EDIT: I found this as well. I think something like this would be an ideal solution. It can move fore/aft, and seems easily removable. I'd get two, though, as I don't want to install a rack on the roof of the cab.

https://www.tacomaworld.com/threads/built-a-bed-rack-off-of-the-bed-cleats.341035/
 

Adventurous

Explorer
Not an awning perse, but what about just getting an EZ Up? Easily stored, doesn't take up a whole lot of room, is cheaper than most awnings and you wouldn't need the rack if you wanted to bring it along.
 

phsycle

Adventurer
That custom rack looks good, but it seems to be a part of a bigger rack system and can't carry a kayak?

EZ Up would work as well, but again, I've got a 12' kayak I want to transport. Hitch extender is an option but just another thing to store. If I can make a rack work for both, it would be ideal. Thanks for the inputs though.
 

Clutch

<---Pass
I second and EZ-UP. A lot easier to move around, since it isn't attached to the truck and can put solid or screened walls on it in bad weather or if you need more shade. I have a piece of astro turf for ours that I throw down and toss my camp kitchen and a cot in there too.

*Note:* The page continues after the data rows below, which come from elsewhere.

import type { SessionId, UserId } from '@fieldfare/contracts'
import {
  endSession,
  endSessionsOfUser,
  findCredentials,
  findUser,
  inTransaction,
  listLiveSessions,
  readPasswordHash,
  readSociety,
  recordAudit,
  recordSignIn,
  updatePasswordHash,
  type Actor,
  type Society,
  type SessionRecord,
  type UserRecord,
} from '@fieldfare/database'
import { hashPassword, isPasswordRight } from '../../accounts/passwords.ts'
import { AppError, fieldRefused, notFound } from '../../http/app-error.ts'
import type { Dependencies } from '../../http/dependencies.ts'
import { createSessionTokens } from '../../http/session-tokens.ts'
import { createSessionLifecycle, type OpenedSession } from './session-lifecycle.ts'
import { createSignInThrottle } from './sign-in-throttle.ts'

export type Visitor = { ip: string; userAgent: string }
export type SessionDetails = { user: UserRecord; society: Society; hasLocalInbox: boolean }

export type AuthService = ReturnType<typeof createAuthService>

function sessionOver(detail: string): AppError {
  return new AppError('not-signed-in', { detail })
}

/** Signing in and out, keeping a session alive, and a person's own password. */
export function createAuthService(dependencies: Dependencies) {
  const { database, redis, configuration, clock, events } = dependencies
  const lifecycle = createSessionLifecycle({
    database,
    tokens: createSessionTokens(configuration.tokenSecret),
    clock,
  })
  const signInThrottle = createSignInThrottle(redis, 'sign-in')
  const passwordThrottle = createSignInThrottle(redis, 'change-password')

  async function describeSession(userId: UserId): Promise<SessionDetails> {
    const [user, society] = await Promise.all([findUser(database, userId), readSociety(database)])
    if (user === null) throw sessionOver('Sign in to go on.')
    return { user, society, hasLocalInbox: configuration.mail.kind === 'inbox' }
  }

  async function signIn(
    credentials: { email: string; password: string },
    visitor: Visitor,
  ): Promise<OpenedSession> {
    const person = { account: credentials.email, ip: visitor.ip }
    await signInThrottle.admit(person)
    const held = await findCredentials(database, credentials.email)
    const isRight = await isPasswordRight(credentials.password, held?.passwordHash ?? null)
    // One answer for an unknown address, a wrong password and a disabled account: nobody learns which it was.
    if (held === null || !isRight || held.status !== 'active') throw new AppError('sign-in-failed')
    await signInThrottle.forgive(person)
    return inTransaction(database, async (trx) => {
      await recordSignIn(trx, held.id)
      return lifecycle.open(trx, { userId: held.id, userAgent: visitor.userAgent })
    })
  }

  async function refresh(refreshToken: string | null): Promise<OpenedSession> {
    const outcome = refreshToken === null ? null : await lifecycle.renew(refreshToken)
    switch (outcome?.kind) {
      case 'renewed':
        return outcome.session
      case 'reused':
        throw sessionOver(
          'This session was ended for safety, because an old key to it was used. Sign in again.',
        )
      case 'unknown':
      case undefined:
        throw sessionOver('Your session has ended. Sign in again.')
    }
  }

  async function endOwnSession(
    actor: Actor,
    sessionId: SessionId,
    reason: 'signed-out' | 'ended-by-user',
  ): Promise<void> {
    const isEnded = await inTransaction(database, (trx) =>
      endSession(trx, { id: sessionId, userId: actor.userId }, reason),
    )
    if (!isEnded) throw notFound('This session')
    events.closeSessions([sessionId])
  }

  async function signOutEverywhere(actor: Actor): Promise<void> {
    const ended = await inTransaction(database, (trx) =>
      endSessionsOfUser(trx, actor.userId, 'signed-out-everywhere'),
    )
    events.closeSessions(ended)
  }

  async function changePassword(
    signedIn: { actor: Actor; sessionId: SessionId; ip: string },
    passwords: { currentPassword: string; newPassword: string },
  ): Promise<void> {
    const { actor, sessionId } = signedIn
    const person = { account: actor.userId, ip: signedIn.ip }
    await passwordThrottle.admit(person)
    const held = await readPasswordHash(database, actor.userId)
    if (!(await isPasswordRight(passwords.currentPassword, held))) {
      throw fieldRefused('currentPassword', 'This is not your present password.')
    }
    await passwordThrottle.forgive(person)
    const passwordHash = await hashPassword(passwords.newPassword, 'newPassword')
    const ended = await inTransaction(database, async (trx) => {
      await updatePasswordHash(trx, actor.userId, passwordHash)
      await recordAudit(trx, {
        actor,
        action: 'change-password',
        subjectKind: 'user',
        subjectId: actor.userId,
        summary: 'Changed the own password.',
      })
      return endSessionsOfUser(trx, actor.userId, 'password-changed', sessionId)
    })
    events.closeSessions(ended)
  }

  return {
    lifecycle,
    describeSession,
    signIn,
    refresh,
    endOwnSession,
    signOutEverywhere,
    changePassword,
    listSessions: (actor: Actor): Promise<SessionRecord[]> => listLiveSessions(database, actor.userId),
  }
}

Would think not having a solid surface behind the awning, shade would be minimal other than high noon.
 

phsycle

Adventurer
I second and EZ-UP. A lot easier to move around, since it isn't attached to the truck and can put solid or screened walls on it in bad weather or if you need more shade. I have a piece of astro turf for ours that I throw down and toss my camp kitchen and a cot in there too.

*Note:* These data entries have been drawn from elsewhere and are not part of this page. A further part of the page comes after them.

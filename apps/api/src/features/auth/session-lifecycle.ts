import type { SessionId, UserId } from '@fieldfare/contracts'
import {
  endSession,
  insertRefreshToken,
  insertSession,
  inTransaction,
  lockRefreshToken,
  markRefreshTokenRotated,
  recordAudit,
  type Database,
  type RefreshTokenRecord,
  type Transaction,
} from '@fieldfare/database'
import {
  ACCESS_TOKEN_SECONDS,
  createOpaqueToken,
  hashOpaqueToken,
  type SessionTokens,
} from '../../http/session-tokens.ts'
import type { SessionCookieValues } from '../../http/session-cookies.ts'

/** A session nobody used for this long is over. */
const IDLE_SECONDS = 12 * 3600
/** However much it is used, a session ends after this long and a password is asked again. */
const ABSOLUTE_SECONDS = 7 * 24 * 3600
/** Two tabs may exchange the same token at once; later than this a second use means it was stolen. */
export const REUSE_GRACE_MS = 10_000

export type OpenedSession = { userId: UserId; sessionId: SessionId; cookies: SessionCookieValues }

export type RefreshOutcome =
  { kind: 'renewed'; session: OpenedSession } | { kind: 'reused' } | { kind: 'unknown' }

export type SessionLifecycle = {
  open: (trx: Transaction, person: { userId: UserId; userAgent: string }) => Promise<OpenedSession>
  /** Exchanges a refresh token. A second use outside the grace ends the session for whoever holds it. */
  renew: (refreshToken: string) => Promise<RefreshOutcome>
}

const later = (now: Date, seconds: number) => new Date(now.getTime() + seconds * 1000)

export function createSessionLifecycle(options: {
  database: Database
  tokens: SessionTokens
  clock: () => Date
}): SessionLifecycle {
  const { database, tokens, clock } = options

  async function issue(
    trx: Transaction,
    session: { userId: UserId; sessionId: SessionId },
  ): Promise<{ refreshTokenId: string; opened: OpenedSession }> {
    const now = clock()
    const { token, tokenHash } = createOpaqueToken()
    const refreshTokenId = await insertRefreshToken(trx, {
      sessionId: session.sessionId,
      tokenHash,
      expiresAt: later(now, IDLE_SECONDS),
    })
    const cookies = {
      accessToken: tokens.issueAccessToken(session, now),
      accessSeconds: ACCESS_TOKEN_SECONDS,
      refreshToken: token,
      csrfToken: tokens.issueCsrfToken(session.sessionId),
      refreshSeconds: IDLE_SECONDS,
    }
    return { refreshTokenId, opened: { ...session, cookies } }
  }

  async function endReused(trx: Transaction, held: RefreshTokenRecord): Promise<RefreshOutcome> {
    await endSession(trx, { id: held.sessionId, userId: held.userId }, 'refresh-reused')
    await recordAudit(trx, {
      actor: null,
      action: 'end-session',
      subjectKind: 'session',
      subjectId: held.sessionId,
      summary: 'A refresh token was used a second time, so the session was ended.',
    })
    return { kind: 'reused' }
  }

  return {
    async open(trx, person) {
      const sessionId = await insertSession(trx, { ...person, expiresAt: later(clock(), ABSOLUTE_SECONDS) })
      const { opened } = await issue(trx, { userId: person.userId, sessionId })
      return opened
    },
    renew: (refreshToken) =>
      inTransaction(database, async (trx): Promise<RefreshOutcome> => {
        const held = await lockRefreshToken(trx, hashOpaqueToken(refreshToken))
        if (held === null || held.isExpired || !held.isSessionLive) return { kind: 'unknown' }
        if (held.rotatedAgoMs !== null && held.rotatedAgoMs > REUSE_GRACE_MS) return endReused(trx, held)
        const { refreshTokenId, opened } = await issue(trx, held)
        await markRefreshTokenRotated(trx, held.id, refreshTokenId)
        return { kind: 'renewed', session: { ...opened, userId: held.userId, sessionId: held.sessionId } }
      }),
  }
}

Would think not having a solid surface behind the awning, shade would be minimal other than high noon.
I've had EZ Up's in the past. Not for camping, but soccer games, beaches, etc. I swear they last 3 outings and something breaks. And I think I still have a welt on my finger getting pinched from the last time I set it up. :D I also like the awning for a 1-person set up.

I could get something like this as well:

 

phsycle

Adventurer
I hate EZ-Ups. Heavy, bulky, easy to break, easy to lose in a wind storm. I prefer a mounted awning for vehicle travel, although I currently don't actually have either (my EZ-Up being as it is broke, of course).

That's nifty:
Ha ha, exactly. We've now gone to those big sport umbrellas for sport outings, which isn't as big, but easy set up/take down.

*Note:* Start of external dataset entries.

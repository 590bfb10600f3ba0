import type { Knex } from 'knex'
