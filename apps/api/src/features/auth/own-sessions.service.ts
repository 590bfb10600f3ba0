import type { SessionId } from '@fieldfare/contracts'
import {
  endSession,
  endSessionsOfUser,
  inTransaction,
  listLiveSessions,
  readPasswordHash,
  recordAudit,
  updatePasswordHash,
  voidAccountTokens,
  type Actor,
  type SessionRecord,
} from '@fieldfare/database'
import { hashPassword, isPasswordRight } from '../../accounts/passwords.ts'
import { fieldRefused, notFound } from '../../http/app-error.ts'
import type { Dependencies } from '../../http/dependencies.ts'
import { createSignInThrottle } from './sign-in-throttle.ts'

/** What a person does with their own sessions and password. */
export function createOwnSessionsService(dependencies: Dependencies) {
  const { database, redis, events } = dependencies
  const passwordThrottle = createSignInThrottle(redis, 'change-password')

  async function endOwnSession(
    actor: Actor,
    sessionId: SessionId,
    reason: 'signed-out' | 'ended-by-user',
  ): Promise<void> {
    const isEnded = await inTransaction(database, (trx) =>
      endSession(trx, { id: sessionId, userId: actor.userId }, reason),
    )
    if (!isEnded) throw notFound('This session')
    events.closeSessions([sessionId])
  }

  async function signOutEverywhere(actor: Actor): Promise<void> {
    const ended = await inTransaction(database, (trx) =>
      endSessionsOfUser(trx, actor.userId, 'signed-out-everywhere'),
    )
    events.closeSessions(ended)
  }

  async function changePassword(
    signedIn: { actor: Actor; sessionId: SessionId; ip: string },
    passwords: { currentPassword: string; newPassword: string },
  ): Promise<void> {
    const { actor, sessionId } = signedIn
    const person = { account: actor.userId, ip: signedIn.ip }
    await passwordThrottle.admit(person)
    const held = await readPasswordHash(database, actor.userId)
    if (!(await isPasswordRight(passwords.currentPassword, held))) {
      throw fieldRefused('currentPassword', 'This is not your present password.')
    }
    await passwordThrottle.forgive(person)
    const passwordHash = await hashPassword(passwords.newPassword, 'newPassword')
    const ended = await inTransaction(database, async (trx) => {
      await updatePasswordHash(trx, actor.userId, passwordHash)
      // A link asked for before, perhaps by somebody else, must not undo this.
      await voidAccountTokens(trx, actor.userId, 'password-reset')
      await recordAudit(trx, {
        actor,
        action: 'change-password',
        subjectKind: 'user',
        subjectId: actor.userId,
        summary: 'Changed the own password.',
      })
      return endSessionsOfUser(trx, actor.userId, 'password-changed', sessionId)
    })
    events.closeSessions(ended)
  }

  return {
    endOwnSession,
    signOutEverywhere,
    changePassword,
    listSessions: (actor: Actor): Promise<SessionRecord[]> => listLiveSessions(database, actor.userId),
  }
}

That is an OZ Tent. There is another, cheaper option as well: Geoadventures.

https://www.geoadventuregear.com/
 

Clutch

<---Pass
I've had EZ Up's in the past. Not for camping, but soccer games, beaches, etc. I swear they last 3 outings and something breaks. And I think I still have a welt on my finger getting pinched from the last time I set it up. :D I also like the awning for a 1-person set up.

I could get something like this as well:

I hate EZ-Ups. Heavy, bulky, easy to break, easy to lose in a wind storm. I prefer a mounted awning for vehicle travel, although I currently don't actually have either (my EZ-Up being as it is broke, of course).

That's nifty:
Ahhh...different strokes for different folks. :)

Have been using them for years, never had a problem. I'll stake one leg in the ground..and it opens fairly easy...at least to me. Though I'll only use it for a week or longer trips. (base camping that is). 2-4 trips I don't bother...my Wildernest is the shade provider.

I really hate having anything attached to the truck...even though my Wildernest is pretty easy to setup...but it never fails...get it all setup then have to go get something or get bored at camp and want to go exploring in the truck. Actually getting a little annoyed with it...think that is why I sold the first one.

Little envious of my dirt buddy with his 6X10 Trailer...unhook it, set it up...then the truck is free.
 

DaveInDenver

Expedition Leader
I dunno why it should surprise anyone, since day one bolting on a 'Nest by definition makes a truck immobile once set up. It was conceived by climbers who viewed a truck an approach tool that serves to minimize how much walking you have to do in pursuit of your primary task. Vehicle-centric users came up with trailers so as not to burden the usefulness of their primary tool. You seem to want to figure out a way to complain that water is wet. If a trailer makes more sense in your application, just buy the F150 you really need and go that way.